Rin terbangun keesokan harinya dengan perasaan aneh. "Mimpikah semalam? Memalukan sekali."

Saran mendadak muncul dari balik selimutnya dan tanya. "Kau mimpi apa?"

Rin sontak meloncat dari ranjangnya  dan jatuh ke lantai saking kagetnya Ha! Saran geli, karma tuh. Sekarang Rin sendiri kan yang jatuh.

"Kapan kau tidur di sini? Jangan-jangan... semalam itu bukan mimpi?"

"Aku sudah berusaha memanggilmu, tapi kau tidak bangun-bangun. Apa boleh buat."

"Kau kan punya kamarmu sendiri. Kenapa kau datang ke kamarku?!"


Saran ngotot kalau dia mau tidur di kamar ini. Tiba-tiba sesuatu menarik perhatiannya. Dia langsung mendekati Rin lalu mengendus bau Rin dan langsung senang.

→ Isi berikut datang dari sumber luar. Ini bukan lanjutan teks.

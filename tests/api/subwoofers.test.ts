import { afterAll, describe, expect, it } from 'vitest'
import { closeTestApp, signedIn } from '../helpers/api'
import { testRoom } from '../helpers/rooms'
import { subwooferAdvice } from '../../shared/acoustics'
import { roomSchema } from '../../shared/schemas/room'
import { subwooferAdviceSchema } from '../../shared/schemas/subwoofers'

afterAll(closeTestApp)

const sofa = [
  { label: 'Sofa left', x: 3.6, y: 1.45, z: 1.1 },
  { label: 'Sofa middle', x: 3.6, y: 2.05, z: 1.1 },
  { label: 'Sofa right', x: 3.6, y: 2.65, z: 1.1 },
]

describe('POST /api/rooms/subwoofers', () => {
  it("answers the best layout of 1, 2 and 4 subwoofers for every seat, computed in the worker pool, equal to the engine's own answer", async () => {
    const { c } = await signedIn('listener')
    const room = testRoom({ seats: sofa, subwoofers: [{ label: 'Sub', x: 0.2, y: 0.2, z: 0.3 }] })
    const res = await c.post('/api/rooms/subwoofers', { room }).expect(200)
    const body = subwooferAdviceSchema.parse(res.body)
    expect(body.best.map((b) => b.count)).toEqual([1, 2, 4])
    expect(body.best.every((b) => b.layout.response.seats.length === 3)).toBe(true)
    expect(body.current).not.toBeNull()
    // regression guard: the worker's answer is the engine's, not a second implementation
    expect(body).toEqual(JSON.parse(JSON.stringify(subwooferAdvice(roomSchema.parse(room)))))
  })
  it('answers 400 with the field path for a room with a seat outside it', async () => {
    const { c } = await signedIn('advisor')
    const res = await c.post('/api/rooms/subwoofers', { room: testRoom({ seats: [{ label: 'Main seat', x: 9, y: 1, z: 1 }] }) }).expect(400)
    expect(res.body.error.fields.map((f: { path: string }) => f.path)).toContain('room.seats.0.x')
  })
})
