/**
 * Invites a new advisor or supervisor: a one-time link (72 h) by e-mail. Inviting the same address
 * again withdraws the earlier link. The account is created only when the link is used.
 */
export async function invite(by: User, input: InviteInput): Promise<{ invitation: Invitation; token: string }> {
  const [taken] = await select<{ id: string }>('SELECT id FROM users WHERE lower(email) = lower($1)', [input.email])
  if (taken) throw conflict('There is already an account with that e-mail address', 'email_taken')
  const token = randomBytes(32).toString('base64url')
  const id = await withTransaction(async (t) => {
    await db().query(
      `UPDATE team_invitations SET revoked_at = now() WHERE lower(email) = lower($1) AND accepted_at IS NULL AND revoked_at IS NULL`,
      { bind: [input.email], transaction: t },
    )
    const [row] = await select<{ id: string; expires_at: Date }>(
      `INSERT INTO team_invitations (email, name, role, token_hash, invited_by, expires_at)
       VALUES ($1, $2, $3, $4, $5, now() + make_interval(hours => $6)) RETURNING id, expires_at`,
      [input.email, input.name, input.role, hashToken(token), by.id, INVITATION_HOURS], t,
    )
    await queueEmail(
      { to: input.email, kind: 'invitation', vars: { recipientName: input.name, inviterName: by.name, role: input.role, setPasswordUrl: setPasswordUrl(token), expiresAt: row.expires_at } },
      { transaction: t },
    )
    await recordAudit({ actorId: by.id, action: 'invitation.sent', targetName: input.name, targetEmail: input.email, details: { role: input.role, invitationId: row.id } }, t)
    return row.id
  })
  const [row] = await select<InvitationRow>(`${invitationSelect} WHERE i.id = $1`, [id])
  return { invitation: toInvitation(row), token }
}

export async function revokeInvitation(by: User, id: string): Promise<void> {
  if (!/^[0-9a-f-]{36}$/i.test(id)) throw notFound('That invitation')
  await withTransaction(async (t) => {
    const [row] = await select<InvitationRow>(
      `UPDATE team_invitations SET revoked_at = now() WHERE id = $1 AND accepted_at IS NULL AND revoked_at IS NULL RETURNING *`, [id], t,
    )
    if (!row) throw notFound('An open invitation with that id')
    await recordAudit({ actorId: by.id, action: 'invitation.revoked', targetName: row.name, targetEmail: row.email, details: { invitationId: id } }, t)
  })
}

const gone = (why: string) => new AppError(why, { status: 410, code: 'link_gone' })

function usable(row: InvitationRow | undefined): InvitationRow {
  if (!row) throw notFound('That invitation link')
  if (row.accepted_at) throw gone('This invitation link has already been used. Sign in with the password you chose, or ask a supervisor for a new invitation.')
  if (row.revoked_at) throw gone('This invitation was withdrawn or replaced by a newer one. Use the latest e-mail, or ask a supervisor to invite you again.')
  if (new Date(row.expires_at) <= new Date()) throw gone(`This invitation link has expired (links work for ${INVITATION_HOURS} hours). Ask a supervisor to send a new one.`)
  return row
}

/** What the set-password page shows; 404 for an unknown link, 410 for a used, withdrawn or expired one. */
export async function previewInvitation(token: string): Promise<InvitationPreview> {
  const [row] = await select<InvitationRow>(`${invitationSelect} WHERE i.token_hash = $1`, [hashToken(token)])
  const r = usable(row)
  return { email: r.email, name: r.name, role: r.role, expiresAt: iso(r.expires_at) }
}

/** Uses the link once: creates the account with the chosen password. The caller signs the new user in. */
export async function acceptInvitation(input: AcceptInvitationInput): Promise<User> {
  assertStrongPassword(input.password, input.name ? [input.name] : [])
  const passwordHash = await hashPassword(input.password)
  return withTransaction(async (t) => {
    const [row] = await select<InvitationRow>(`${invitationSelect} WHERE i.token_hash = $1 FOR UPDATE OF i`, [hashToken(input.token)], t)
    const inv = usable(row)
    const [taken] = await select<{ id: string }>('SELECT id FROM users WHERE lower(email) = lower($1)', [inv.email], t)
    if (taken) throw conflict('There is already an account with this e-mail address; sign in with it instead', 'email_taken')
    const [u] = await select<User>(
      `INSERT INTO users (email, name, role, password_hash) VALUES ($1, $2, $3, $4) RETURNING id, email, name, role`,
      [inv.email, input.name ?? inv.name, inv.role, passwordHash], t,
    )
    await db().query('UPDATE team_invitations SET accepted_at = now(), accepted_user_id = $2 WHERE id = $1', { bind: [inv.id, u.id], transaction: t })
    await recordAudit({ actorId: u.id, action: 'invitation.accepted', targetUserId: u.id, targetName: u.name, targetEmail: u.email, details: { role: u.role, invitationId: inv.id, invitedBy: inv.invited_by } }, t)
    return u
  })
}

// ----------------------------------------------------------------- accounts

/**
 * Switches an account off (a listener's or a team member's): its sessions end at once (rows
 * deleted, sockets disconnected). A team member's open cases go back to the queue unassigned, each
 * with an event in its history; a listener's cases stay as they are, readable by the desk.
 */
export async function deactivate(by: User, id: string): Promise<AccountSummary> {
  if (id === by.id) throw forbidden('You cannot switch off your own account; ask another supervisor')
  await withTransaction(async (t, afterCommit) => {
    const m = await account(id, 'any', t)
    if (!m.active) throw conflict(`${m.name}'s account is already switched off`, 'already_inactive')
    await db().query('UPDATE users SET active = false, updated_at = now() WHERE id = $1', { bind: [id], transaction: t })
    const cases = m.role === 'listener' ? [] : await select<{ id: string }>(
      `UPDATE cases SET assignee_id = NULL, updated_at = now() WHERE assignee_id = $1 AND status NOT IN ('draft', 'closed') RETURNING id`, [id], t,
    )
    for (const c of cases) {
      await insertEvent({ caseId: c.id, actorId: by.id, kind: 'unassigned', data: { fromAssigneeId: id, fromAssigneeName: m.name, reason: 'account switched off', internal: true } }, t)
    }
    const sessionsEnded = await endSessions(id, t, afterCommit)
    await recordAudit({
      actorId: by.id, action: 'member.deactivated', targetUserId: id, targetName: m.name, targetEmail: m.email,
      details: m.role === 'listener' ? { role: m.role, sessionsEnded } : { casesReturned: cases.length },
    }, t)
    afterCommit(() => {
      for (const c of cases) {
        publishCase(c.id, { type: 'case.updated', caseId: c.id })
        publishQueue(c.id)
      }
    })
  })
  return toAccount(await account(id, 'any'))
}

export async function reactivate(by: User, id: string): Promise<AccountSummary> {
  await withTransaction(async (t) => {
    const m = await account(id, 'any', t)
    if (m.active) throw conflict(`${m.name}'s account is already on`, 'already_active')
    await db().query('UPDATE users SET active = true, updated_at = now() WHERE id = $1', { bind: [id], transaction: t })
    await recordAudit({ actorId: by.id, action: 'member.reactivated', targetUserId: id, targetName: m.name, targetEmail: m.email }, t)
  })
  return toAccount(await account(id, 'any'))
}

/** Advisor ⇄ supervisor. The new role applies from the member's next request (sessions read the role each time). */
export async function changeRole(by: User, id: string, role: StaffRole): Promise<TeamMember> {
  if (id === by.id) throw forbidden('You cannot change your own role; ask another supervisor')
  await withTransaction(async (t) => {
    const m = await member(id, t)
    if (m.role === role) throw conflict(`${m.name} is already a ${role}`, 'same_role')
    await db().query('UPDATE users SET role = $2, updated_at = now() WHERE id = $1', { bind: [id, role], transaction: t })
    await recordAudit({ actorId: by.id, action: 'member.role_changed', targetUserId: id, targetName: m.name, targetEmail: m.email, details: { from: m.role, to: role } }, t)
  })
  return toMember(await member(id))
}

// ----------------------------------------------------------------- audit log

interface AuditRow {
  id: string; action: AuditAction; actor_id: string | null; actor_name: string | null; target_user_id: string | null
  target_name: string | null; target_email: string | null; details: Record<string, unknown>; created_at: Date; total: number
}

export async function listAudit(q: AuditQuery): Promise<{ entries: AuditEntry[]; total: number }> {
  const rows = await select<AuditRow>(
    `SELECT a.id, a.action, a.actor_id, u.name AS actor_name, a.target_user_id, coalesce(tu.name, a.target_name) AS target_name,
            coalesce(tu.email, a.target_email) AS target_email, a.details, a.created_at, count(*) OVER ()::int AS total
       FROM audit_log a LEFT JOIN users u ON u.id = a.actor_id LEFT JOIN users tu ON tu.id = a.target_user_id
      WHERE ($1::uuid IS NULL OR a.actor_id = $1) AND ($2::text IS NULL OR a.action = $2)
        AND ($3::timestamptz IS NULL OR a.created_at >= $3) AND ($4::timestamptz IS NULL OR a.created_at < $4)
        AND ($5::uuid IS NULL OR a.target_user_id = $5)
      ORDER BY a.created_at DESC, a.id DESC LIMIT $6 OFFSET $7`,
    [q.actorId ?? null, q.action ?? null, q.from ?? null, q.to ?? null, q.targetUserId ?? null, q.pageSize, (q.page - 1) * q.pageSize],
  )
  return {
    total: rows[0]?.total ?? 0,
    entries: rows.map((r) => ({
      id: String(r.id), action: r.action,
      actor: r.actor_id ? { id: r.actor_id, name: r.actor_name ?? '' } : null,
      target: r.target_name || r.target_email ? { id: r.target_user_id, name: r.target_name ?? '', email: r.target_email ?? '' } : null,
      details: r.details, createdAt: iso(r.created_at),
    })),
  }
}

"Ini parfum yang kubelikan untukmu. Baunya enak."

"Hentikan! Kau semalam tidur bersama Duang!"

"Sudah kuduga. Semua orang harus tahu." (Hah?)


Saran langsung ke jendela dan memanggil Sherm yang kebetulan sedang memotong semak lalu mengisyaratkan pada Sherm kalau dia sedang berada di kamarnya Rin.

Sherm bingung. "Anda di kamarnya Nyonya."

"Kau bilang apa? Aku tidak dengar!"

"Anda di kamar Nyonya!"

"LEBIH KERAS!"

Oh, Sherm paham apa maunya. Sherm pun langsung teriak-teriak mengumumkan pada seisi rumah kalau Saran tidur di kamar istrinya, dia tidak tidur di kamarnya Duang. Puas, Saran janji akan menaikkan gajinya nanti.

Sherm kontan makin bersemangat teriak-teriak ke seluruh penjuru rumah sampai akhirnya Duang mendengarnya dan jelas kesal.